= Beginning of Section =

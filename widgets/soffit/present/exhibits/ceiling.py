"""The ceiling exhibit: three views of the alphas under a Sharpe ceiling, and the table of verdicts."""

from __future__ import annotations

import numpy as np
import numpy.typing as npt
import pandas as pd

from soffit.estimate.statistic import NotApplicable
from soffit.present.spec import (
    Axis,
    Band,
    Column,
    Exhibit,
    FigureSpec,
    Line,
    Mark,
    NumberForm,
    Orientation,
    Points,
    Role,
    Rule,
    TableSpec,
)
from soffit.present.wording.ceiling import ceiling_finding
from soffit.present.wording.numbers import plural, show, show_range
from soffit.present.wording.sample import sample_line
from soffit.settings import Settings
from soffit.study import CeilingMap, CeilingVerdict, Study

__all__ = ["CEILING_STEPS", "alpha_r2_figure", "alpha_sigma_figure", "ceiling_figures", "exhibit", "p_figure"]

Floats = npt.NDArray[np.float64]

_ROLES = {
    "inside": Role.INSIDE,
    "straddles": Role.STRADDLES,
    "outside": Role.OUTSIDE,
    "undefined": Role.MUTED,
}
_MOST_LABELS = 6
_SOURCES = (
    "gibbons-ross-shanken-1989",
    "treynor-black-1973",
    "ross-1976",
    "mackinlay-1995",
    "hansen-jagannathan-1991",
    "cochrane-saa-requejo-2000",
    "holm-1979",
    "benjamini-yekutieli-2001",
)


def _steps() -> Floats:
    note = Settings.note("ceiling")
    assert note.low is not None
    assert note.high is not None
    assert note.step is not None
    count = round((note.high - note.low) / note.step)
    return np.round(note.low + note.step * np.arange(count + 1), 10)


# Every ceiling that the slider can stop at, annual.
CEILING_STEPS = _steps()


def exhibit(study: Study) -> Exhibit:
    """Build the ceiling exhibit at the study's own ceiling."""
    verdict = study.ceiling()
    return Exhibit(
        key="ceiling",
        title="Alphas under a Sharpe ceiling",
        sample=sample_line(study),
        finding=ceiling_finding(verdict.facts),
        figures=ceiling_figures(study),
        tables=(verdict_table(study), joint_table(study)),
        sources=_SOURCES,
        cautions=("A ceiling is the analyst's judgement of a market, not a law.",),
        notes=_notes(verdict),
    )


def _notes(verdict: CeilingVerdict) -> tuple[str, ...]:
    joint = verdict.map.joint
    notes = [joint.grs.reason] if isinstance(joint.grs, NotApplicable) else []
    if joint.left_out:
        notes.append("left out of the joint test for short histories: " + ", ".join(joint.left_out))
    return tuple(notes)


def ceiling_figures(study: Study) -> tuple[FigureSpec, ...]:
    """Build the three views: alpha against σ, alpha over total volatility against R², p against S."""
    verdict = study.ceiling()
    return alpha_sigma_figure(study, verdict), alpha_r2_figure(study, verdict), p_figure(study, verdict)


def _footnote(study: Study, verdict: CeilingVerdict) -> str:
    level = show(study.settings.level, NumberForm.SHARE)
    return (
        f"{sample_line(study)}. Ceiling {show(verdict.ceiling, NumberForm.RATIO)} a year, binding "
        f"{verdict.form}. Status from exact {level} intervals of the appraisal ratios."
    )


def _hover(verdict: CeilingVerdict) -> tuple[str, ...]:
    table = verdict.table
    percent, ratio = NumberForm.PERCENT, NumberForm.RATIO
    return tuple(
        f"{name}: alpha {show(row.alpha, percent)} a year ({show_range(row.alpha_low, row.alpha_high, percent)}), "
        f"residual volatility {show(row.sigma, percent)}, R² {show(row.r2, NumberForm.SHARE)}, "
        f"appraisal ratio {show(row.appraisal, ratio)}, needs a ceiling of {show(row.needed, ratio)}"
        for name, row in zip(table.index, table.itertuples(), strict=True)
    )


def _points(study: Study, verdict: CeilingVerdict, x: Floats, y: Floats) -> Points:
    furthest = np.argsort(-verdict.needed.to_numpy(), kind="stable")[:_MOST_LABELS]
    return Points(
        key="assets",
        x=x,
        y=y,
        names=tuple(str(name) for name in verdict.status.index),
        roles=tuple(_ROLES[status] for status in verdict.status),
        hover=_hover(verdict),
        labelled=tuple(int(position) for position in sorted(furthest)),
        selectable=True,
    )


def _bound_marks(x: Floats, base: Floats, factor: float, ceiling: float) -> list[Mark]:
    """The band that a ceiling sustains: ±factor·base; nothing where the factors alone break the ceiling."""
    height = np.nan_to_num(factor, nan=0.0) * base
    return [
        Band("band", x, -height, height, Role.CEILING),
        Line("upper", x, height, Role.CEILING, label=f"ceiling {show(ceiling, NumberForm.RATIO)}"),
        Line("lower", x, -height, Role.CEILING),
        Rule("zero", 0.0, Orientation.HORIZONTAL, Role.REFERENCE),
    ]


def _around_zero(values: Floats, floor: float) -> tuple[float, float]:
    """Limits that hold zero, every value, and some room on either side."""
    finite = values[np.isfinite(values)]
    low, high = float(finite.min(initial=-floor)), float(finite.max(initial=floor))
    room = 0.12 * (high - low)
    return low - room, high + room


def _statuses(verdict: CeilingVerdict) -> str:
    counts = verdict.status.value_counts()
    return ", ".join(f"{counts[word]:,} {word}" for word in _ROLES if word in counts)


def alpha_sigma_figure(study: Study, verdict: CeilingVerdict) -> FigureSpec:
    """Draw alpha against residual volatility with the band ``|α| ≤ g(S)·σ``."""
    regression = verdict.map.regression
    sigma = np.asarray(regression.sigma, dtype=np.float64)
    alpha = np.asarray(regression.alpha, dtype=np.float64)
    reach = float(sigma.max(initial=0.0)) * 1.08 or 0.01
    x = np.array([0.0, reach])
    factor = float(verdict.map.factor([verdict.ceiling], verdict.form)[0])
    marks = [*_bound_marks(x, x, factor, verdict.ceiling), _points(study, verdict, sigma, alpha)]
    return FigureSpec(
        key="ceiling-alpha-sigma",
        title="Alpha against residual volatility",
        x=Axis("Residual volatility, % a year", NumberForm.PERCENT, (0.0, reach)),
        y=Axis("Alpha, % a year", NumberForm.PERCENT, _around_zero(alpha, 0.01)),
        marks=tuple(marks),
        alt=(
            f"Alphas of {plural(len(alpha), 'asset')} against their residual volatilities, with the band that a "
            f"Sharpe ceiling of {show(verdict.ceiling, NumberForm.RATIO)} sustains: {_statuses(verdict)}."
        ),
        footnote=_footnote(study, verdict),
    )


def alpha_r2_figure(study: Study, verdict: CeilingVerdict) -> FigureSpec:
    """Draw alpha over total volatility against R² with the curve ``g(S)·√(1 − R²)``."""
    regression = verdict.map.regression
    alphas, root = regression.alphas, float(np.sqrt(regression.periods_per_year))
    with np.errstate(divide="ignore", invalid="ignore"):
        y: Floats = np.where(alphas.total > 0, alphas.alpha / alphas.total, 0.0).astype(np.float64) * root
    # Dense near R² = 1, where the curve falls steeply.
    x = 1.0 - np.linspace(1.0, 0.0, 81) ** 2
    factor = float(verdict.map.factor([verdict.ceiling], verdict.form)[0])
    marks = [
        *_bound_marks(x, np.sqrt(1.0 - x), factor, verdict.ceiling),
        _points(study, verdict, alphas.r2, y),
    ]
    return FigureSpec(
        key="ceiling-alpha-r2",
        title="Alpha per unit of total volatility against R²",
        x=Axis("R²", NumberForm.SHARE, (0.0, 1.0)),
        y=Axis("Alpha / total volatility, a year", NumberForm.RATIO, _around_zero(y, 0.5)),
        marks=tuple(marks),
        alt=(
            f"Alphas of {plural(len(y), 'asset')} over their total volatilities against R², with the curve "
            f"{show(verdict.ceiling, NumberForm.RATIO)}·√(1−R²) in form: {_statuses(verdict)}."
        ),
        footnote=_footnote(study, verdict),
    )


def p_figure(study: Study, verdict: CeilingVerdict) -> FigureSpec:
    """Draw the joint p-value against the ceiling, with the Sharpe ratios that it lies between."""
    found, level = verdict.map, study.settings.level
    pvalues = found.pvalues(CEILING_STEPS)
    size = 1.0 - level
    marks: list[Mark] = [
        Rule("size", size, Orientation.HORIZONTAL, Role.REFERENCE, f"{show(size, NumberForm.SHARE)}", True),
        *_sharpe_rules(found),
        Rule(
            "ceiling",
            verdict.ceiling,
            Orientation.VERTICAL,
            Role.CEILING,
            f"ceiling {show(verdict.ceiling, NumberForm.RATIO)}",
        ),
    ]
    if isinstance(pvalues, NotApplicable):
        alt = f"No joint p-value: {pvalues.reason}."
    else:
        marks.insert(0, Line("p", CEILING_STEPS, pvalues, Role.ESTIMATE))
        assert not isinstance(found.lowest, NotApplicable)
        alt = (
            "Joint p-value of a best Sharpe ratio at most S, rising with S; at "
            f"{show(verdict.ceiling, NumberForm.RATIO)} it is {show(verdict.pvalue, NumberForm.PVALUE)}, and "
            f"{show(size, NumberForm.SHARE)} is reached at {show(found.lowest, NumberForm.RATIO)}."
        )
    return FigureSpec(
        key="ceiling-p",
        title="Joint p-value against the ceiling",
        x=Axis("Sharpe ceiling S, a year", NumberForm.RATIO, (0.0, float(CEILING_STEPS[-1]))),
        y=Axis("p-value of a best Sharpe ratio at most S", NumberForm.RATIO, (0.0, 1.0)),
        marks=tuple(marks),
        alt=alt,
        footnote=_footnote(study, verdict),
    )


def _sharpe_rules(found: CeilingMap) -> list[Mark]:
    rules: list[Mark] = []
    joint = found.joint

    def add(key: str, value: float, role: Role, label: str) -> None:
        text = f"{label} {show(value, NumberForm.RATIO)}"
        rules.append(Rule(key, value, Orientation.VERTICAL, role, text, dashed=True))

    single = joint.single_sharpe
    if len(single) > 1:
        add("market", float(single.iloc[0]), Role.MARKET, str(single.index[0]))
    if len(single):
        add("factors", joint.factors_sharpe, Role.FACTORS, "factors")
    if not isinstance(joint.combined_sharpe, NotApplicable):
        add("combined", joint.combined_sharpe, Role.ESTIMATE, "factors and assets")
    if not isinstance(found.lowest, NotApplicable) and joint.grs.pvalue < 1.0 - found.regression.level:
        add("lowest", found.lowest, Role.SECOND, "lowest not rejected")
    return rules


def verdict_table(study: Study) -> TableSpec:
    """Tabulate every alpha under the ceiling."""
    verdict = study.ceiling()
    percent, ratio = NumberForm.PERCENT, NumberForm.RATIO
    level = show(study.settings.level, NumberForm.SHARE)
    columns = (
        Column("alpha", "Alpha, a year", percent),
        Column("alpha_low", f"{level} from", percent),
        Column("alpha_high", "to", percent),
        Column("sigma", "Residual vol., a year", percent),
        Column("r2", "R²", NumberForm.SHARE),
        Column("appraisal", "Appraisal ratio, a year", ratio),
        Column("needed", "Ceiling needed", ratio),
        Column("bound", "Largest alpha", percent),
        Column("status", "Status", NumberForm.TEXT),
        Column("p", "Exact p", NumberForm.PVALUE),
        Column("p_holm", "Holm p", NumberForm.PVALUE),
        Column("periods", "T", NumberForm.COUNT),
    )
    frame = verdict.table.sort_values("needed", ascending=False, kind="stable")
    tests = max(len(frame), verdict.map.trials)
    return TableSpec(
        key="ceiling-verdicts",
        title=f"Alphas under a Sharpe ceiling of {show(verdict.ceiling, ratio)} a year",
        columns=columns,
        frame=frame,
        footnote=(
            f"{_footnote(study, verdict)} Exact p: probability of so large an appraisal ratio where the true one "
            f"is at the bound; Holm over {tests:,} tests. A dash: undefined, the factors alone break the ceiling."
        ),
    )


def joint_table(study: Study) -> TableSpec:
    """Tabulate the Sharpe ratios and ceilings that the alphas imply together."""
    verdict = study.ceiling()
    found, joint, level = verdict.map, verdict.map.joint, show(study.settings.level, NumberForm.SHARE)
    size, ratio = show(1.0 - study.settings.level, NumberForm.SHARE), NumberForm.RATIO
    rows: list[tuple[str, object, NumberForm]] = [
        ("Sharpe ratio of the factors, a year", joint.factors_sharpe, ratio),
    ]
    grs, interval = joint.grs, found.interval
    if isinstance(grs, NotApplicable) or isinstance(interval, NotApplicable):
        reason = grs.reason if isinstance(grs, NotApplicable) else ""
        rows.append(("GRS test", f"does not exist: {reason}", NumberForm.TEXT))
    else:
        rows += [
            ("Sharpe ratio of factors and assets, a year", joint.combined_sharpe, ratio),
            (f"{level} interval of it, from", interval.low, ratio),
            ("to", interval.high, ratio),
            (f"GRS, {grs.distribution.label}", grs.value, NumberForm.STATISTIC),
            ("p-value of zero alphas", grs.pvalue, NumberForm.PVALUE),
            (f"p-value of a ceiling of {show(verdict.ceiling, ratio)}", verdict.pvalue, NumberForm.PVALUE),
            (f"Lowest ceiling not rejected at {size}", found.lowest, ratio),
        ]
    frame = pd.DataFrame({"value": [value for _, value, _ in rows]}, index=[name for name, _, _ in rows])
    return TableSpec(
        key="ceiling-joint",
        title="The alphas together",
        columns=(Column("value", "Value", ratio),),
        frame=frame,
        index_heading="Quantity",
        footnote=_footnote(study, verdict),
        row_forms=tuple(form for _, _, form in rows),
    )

= End of Section =
= Beginning of Section =

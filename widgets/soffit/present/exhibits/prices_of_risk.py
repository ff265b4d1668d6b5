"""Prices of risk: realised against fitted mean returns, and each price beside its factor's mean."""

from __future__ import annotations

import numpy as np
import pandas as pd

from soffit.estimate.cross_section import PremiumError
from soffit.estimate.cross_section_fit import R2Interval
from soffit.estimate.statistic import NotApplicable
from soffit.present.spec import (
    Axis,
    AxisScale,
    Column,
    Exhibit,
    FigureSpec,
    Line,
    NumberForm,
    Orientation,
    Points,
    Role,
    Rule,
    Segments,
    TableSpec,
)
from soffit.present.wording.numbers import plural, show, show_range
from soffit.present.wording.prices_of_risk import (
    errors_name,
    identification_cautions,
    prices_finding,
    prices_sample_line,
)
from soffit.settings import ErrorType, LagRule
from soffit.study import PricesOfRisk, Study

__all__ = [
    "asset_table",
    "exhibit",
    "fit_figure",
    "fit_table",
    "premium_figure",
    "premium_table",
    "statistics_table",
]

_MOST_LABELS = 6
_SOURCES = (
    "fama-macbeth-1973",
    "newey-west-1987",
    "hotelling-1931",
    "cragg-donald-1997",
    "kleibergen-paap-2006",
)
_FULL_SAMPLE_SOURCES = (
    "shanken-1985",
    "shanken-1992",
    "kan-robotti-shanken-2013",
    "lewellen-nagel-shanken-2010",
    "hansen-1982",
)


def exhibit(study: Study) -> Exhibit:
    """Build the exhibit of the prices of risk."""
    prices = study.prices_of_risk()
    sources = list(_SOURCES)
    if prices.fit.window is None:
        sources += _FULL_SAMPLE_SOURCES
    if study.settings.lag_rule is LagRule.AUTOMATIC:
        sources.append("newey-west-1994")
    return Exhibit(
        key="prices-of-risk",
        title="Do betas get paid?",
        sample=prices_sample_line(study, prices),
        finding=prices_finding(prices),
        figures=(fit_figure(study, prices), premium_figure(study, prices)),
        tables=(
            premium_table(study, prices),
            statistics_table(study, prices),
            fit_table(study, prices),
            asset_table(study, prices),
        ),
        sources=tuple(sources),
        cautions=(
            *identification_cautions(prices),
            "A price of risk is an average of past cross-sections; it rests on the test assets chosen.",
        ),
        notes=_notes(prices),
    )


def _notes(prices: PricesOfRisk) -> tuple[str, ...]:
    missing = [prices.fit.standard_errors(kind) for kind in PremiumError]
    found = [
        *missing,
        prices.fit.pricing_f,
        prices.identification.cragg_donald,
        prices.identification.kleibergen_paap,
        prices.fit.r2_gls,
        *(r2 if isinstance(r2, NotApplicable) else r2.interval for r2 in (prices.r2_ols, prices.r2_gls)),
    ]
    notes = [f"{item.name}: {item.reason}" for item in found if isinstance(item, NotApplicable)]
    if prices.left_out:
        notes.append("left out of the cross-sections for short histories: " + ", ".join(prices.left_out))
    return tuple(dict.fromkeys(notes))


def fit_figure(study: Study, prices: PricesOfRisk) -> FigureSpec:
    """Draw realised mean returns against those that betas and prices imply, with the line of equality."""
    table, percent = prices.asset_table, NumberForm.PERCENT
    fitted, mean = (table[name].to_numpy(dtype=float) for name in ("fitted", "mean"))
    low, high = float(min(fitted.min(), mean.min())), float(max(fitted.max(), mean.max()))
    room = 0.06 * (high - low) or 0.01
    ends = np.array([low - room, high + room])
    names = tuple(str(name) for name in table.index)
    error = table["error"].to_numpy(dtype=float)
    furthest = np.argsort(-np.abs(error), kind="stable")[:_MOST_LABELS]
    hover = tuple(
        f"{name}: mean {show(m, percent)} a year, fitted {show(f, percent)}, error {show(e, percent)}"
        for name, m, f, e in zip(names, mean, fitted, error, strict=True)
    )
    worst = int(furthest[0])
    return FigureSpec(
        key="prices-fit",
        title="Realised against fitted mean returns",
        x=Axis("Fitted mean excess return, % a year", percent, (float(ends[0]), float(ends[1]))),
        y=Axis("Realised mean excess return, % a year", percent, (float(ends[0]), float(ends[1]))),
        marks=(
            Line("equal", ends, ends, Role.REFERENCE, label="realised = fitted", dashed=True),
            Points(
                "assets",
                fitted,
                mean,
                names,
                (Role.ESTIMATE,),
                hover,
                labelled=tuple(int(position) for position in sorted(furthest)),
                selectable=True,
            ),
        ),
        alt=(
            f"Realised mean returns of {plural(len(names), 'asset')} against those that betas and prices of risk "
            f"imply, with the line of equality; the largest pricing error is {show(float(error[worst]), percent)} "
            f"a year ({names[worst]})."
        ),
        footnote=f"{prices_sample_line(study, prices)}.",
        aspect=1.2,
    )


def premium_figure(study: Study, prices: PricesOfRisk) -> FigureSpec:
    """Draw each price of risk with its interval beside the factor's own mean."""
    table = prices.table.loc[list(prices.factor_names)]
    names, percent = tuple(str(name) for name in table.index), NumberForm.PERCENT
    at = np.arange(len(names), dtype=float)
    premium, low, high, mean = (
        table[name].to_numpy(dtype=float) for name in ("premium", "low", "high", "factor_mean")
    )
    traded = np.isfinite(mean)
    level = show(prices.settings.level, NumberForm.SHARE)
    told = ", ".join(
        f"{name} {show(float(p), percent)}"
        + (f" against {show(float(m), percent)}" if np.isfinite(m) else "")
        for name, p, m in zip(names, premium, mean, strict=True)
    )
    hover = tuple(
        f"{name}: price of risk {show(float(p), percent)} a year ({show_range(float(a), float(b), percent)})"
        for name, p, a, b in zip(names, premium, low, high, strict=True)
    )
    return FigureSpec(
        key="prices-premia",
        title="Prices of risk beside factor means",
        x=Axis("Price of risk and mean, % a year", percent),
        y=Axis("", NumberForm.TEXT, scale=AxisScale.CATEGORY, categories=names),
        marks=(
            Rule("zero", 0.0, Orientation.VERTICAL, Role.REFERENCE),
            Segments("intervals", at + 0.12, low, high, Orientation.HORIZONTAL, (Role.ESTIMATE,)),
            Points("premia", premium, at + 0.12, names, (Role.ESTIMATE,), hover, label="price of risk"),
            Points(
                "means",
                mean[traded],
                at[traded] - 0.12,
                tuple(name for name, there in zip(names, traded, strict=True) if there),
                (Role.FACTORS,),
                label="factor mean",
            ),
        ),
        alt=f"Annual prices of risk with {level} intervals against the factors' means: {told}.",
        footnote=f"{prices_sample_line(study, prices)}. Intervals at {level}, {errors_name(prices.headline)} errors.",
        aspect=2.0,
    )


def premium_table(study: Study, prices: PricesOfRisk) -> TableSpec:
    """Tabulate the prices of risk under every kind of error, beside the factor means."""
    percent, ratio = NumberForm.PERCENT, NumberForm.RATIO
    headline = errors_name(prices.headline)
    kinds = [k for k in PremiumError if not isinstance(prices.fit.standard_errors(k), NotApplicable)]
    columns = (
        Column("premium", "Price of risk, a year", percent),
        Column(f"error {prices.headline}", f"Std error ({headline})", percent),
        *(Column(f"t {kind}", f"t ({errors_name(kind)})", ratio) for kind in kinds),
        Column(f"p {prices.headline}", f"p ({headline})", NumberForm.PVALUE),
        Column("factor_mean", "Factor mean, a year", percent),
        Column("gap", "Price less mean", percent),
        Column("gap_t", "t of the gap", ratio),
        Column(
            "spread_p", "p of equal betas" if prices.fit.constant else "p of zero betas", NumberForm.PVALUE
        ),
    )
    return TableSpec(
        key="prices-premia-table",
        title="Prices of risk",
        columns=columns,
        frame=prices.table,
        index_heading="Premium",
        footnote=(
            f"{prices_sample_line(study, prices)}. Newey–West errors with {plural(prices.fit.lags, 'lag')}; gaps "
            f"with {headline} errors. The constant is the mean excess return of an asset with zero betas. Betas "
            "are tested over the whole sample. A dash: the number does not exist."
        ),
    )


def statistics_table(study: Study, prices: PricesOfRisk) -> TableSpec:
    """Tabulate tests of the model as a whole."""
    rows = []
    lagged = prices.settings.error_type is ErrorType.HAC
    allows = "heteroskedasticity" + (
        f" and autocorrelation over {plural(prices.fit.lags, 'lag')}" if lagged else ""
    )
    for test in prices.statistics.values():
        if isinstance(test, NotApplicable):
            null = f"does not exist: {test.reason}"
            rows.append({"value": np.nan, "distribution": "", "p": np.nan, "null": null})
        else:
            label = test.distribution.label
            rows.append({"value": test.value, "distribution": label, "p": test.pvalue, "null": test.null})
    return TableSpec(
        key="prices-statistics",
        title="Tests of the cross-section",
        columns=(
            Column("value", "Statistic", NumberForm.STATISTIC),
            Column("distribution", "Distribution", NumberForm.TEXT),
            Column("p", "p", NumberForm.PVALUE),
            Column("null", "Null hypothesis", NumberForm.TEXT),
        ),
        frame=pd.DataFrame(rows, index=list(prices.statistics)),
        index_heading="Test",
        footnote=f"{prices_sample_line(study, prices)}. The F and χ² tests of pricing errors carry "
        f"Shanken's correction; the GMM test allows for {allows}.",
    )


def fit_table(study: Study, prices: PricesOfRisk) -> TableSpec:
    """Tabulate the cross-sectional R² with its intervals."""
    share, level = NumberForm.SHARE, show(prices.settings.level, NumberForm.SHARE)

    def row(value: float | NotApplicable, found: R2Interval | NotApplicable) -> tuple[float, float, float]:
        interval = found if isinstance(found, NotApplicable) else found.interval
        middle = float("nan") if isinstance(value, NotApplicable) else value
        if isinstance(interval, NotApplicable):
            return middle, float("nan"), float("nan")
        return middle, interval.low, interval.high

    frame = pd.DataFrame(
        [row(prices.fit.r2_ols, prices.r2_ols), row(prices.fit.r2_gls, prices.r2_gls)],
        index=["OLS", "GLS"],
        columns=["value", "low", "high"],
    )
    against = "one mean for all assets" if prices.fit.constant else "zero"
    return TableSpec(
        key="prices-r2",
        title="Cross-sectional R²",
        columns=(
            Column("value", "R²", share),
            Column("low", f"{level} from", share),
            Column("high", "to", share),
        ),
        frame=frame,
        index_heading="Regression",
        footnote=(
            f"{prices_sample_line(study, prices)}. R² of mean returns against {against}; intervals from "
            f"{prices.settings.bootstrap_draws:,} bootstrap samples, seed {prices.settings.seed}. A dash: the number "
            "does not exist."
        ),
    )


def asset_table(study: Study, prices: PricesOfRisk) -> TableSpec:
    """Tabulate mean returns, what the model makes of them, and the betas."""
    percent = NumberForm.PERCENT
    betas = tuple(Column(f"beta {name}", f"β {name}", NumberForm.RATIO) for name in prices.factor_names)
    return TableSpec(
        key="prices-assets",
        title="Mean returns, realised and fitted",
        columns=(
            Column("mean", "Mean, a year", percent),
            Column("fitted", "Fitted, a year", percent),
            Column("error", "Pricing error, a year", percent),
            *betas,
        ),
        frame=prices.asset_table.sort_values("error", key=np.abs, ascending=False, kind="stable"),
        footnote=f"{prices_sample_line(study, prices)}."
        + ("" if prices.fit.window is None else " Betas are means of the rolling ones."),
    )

= End of Section =

▶ [YOUR OBJECTIVE]: What is needed is one number, the count of lines in the listing above that contain the word "alone".

▶ [RESPONSE BELOW]: 2